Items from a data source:
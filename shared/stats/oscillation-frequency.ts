/**
 * Dominant oscillation frequency of a sampled signal (e.g. a pair's
 * separation), from the crossings of its mean.
 *
 * Method: mean crossings with a hysteresis band of ±0.25 standard deviations
 * so noise does not add crossings; f = (crossings − 1) / (2·(t_last −
 * t_first)) between the first and last crossing (derived: a sinusoid crosses
 * its mean twice per period). Pairs orbiting each other were found by
 * time-frequency analysis in "Time-frequency analysis reveals pairwise
 * interactions in insect swarms" (Phys. Rev. Lett. 114, 2015).
 * Units: Hz for `sampleRate` in Hz. Fewer than 4 crossings (under about
 * two periods: "does not oscillate"), constant or empty input: NaN.
 */
export function oscillationFrequency(series: ArrayLike<number>, sampleRate: number): number {
  const n = series.length;
  let m = 0, k = 0;
  for (let i = 0; i < n; i++) if (Number.isFinite(series[i])) (m += series[i]), k++;
  if (k < 4) return NaN;
  m /= k;
  let ss = 0;
  for (let i = 0; i < n; i++) if (Number.isFinite(series[i])) ss += (series[i] - m) ** 2;
  const band = 0.25 * Math.sqrt(ss / k);
  if (!(band > 0)) return NaN;
  let state = 0;
  let crossings = 0;
  let first = -1, last = -1;
  for (let i = 0; i < n; i++) {
    const d = series[i] - m;
    if (!Number.isFinite(d)) continue;
    const s = d > band ? 1 : d < -band ? -1 : 0;
    if (s !== 0 && s !== state) {
      if (state !== 0) {
        crossings++;
        if (first < 0) first = i;
        last = i;
      }
      state = s;
    }
  }
  if (crossings < 4 || last <= first) return NaN;
  return ((crossings - 1) / 2) / ((last - first) / sampleRate);
}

● TASK TO COMPLETE
All of the records above need to be copied exactly.

● WRITTEN REPLY
filename shared/stats/oscillation-frequency.ts
/**
 * Dominant oscillation frequency of a sampled signal (e.g. a pair's
 * separation), from the crossings of its mean.
 *
 * Method: mean crossings with a hysteresis band of ±0.25 standard deviations
 * so noise does not add crossings; f = (crossings − 1) / (2·(t_last −
 * t_first)) between the first and last crossing (derived: a sinusoid crosses
 * its mean twice per period). Pairs orbiting each other were found by
 * time-frequency analysis in "Time-frequency analysis reveals pairwise
 * interactions in insect swarms" (Phys. Rev. Lett. 114, 2015).
 * Units: Hz for `sampleRate` in Hz. Fewer than 4 crossings (under about
 * two periods: "does not oscillate"), constant or empty input: NaN.
 */
export function oscillationFrequency(series: ArrayLike<number>, sampleRate: number): number {
  const n = series.length;
  let m = 0, k = 0;
  for (let i = 0; i < n; i++) if (Number.isFinite(series[i])) (m += series[i]), k++;
  if (k < 4) return NaN;
  m /= k;
  let ss = 0;
  for (let i = 0; i < n; i++) if (Number.isFinite(series[i])) ss += (series[i] - m) ** 2;
  const band = 0.25 * Math.sqrt(ss / k);
  if (!(band > 0)) return NaN;
  let state = 0;
  let crossings = 0;
  let first = -1, last = -1;
  for (let i = 0; i < n; i++) {
    const d = series[i] - m;
    if (!Number.isFinite(d)) continue;
    const s = d > band ? 1 : d < -band ? -1 : 0;
    if (s !== 0 && s !== state) {
      if (state !== 0) {
        crossings++;
        if (first < 0) first = i;
        last = i;
      }
      state = s;
    }
  }
  if (crossings < 4 || last <= first) return NaN;
  return ((crossings - 1) / 2) / ((last - first) / sampleRate);
}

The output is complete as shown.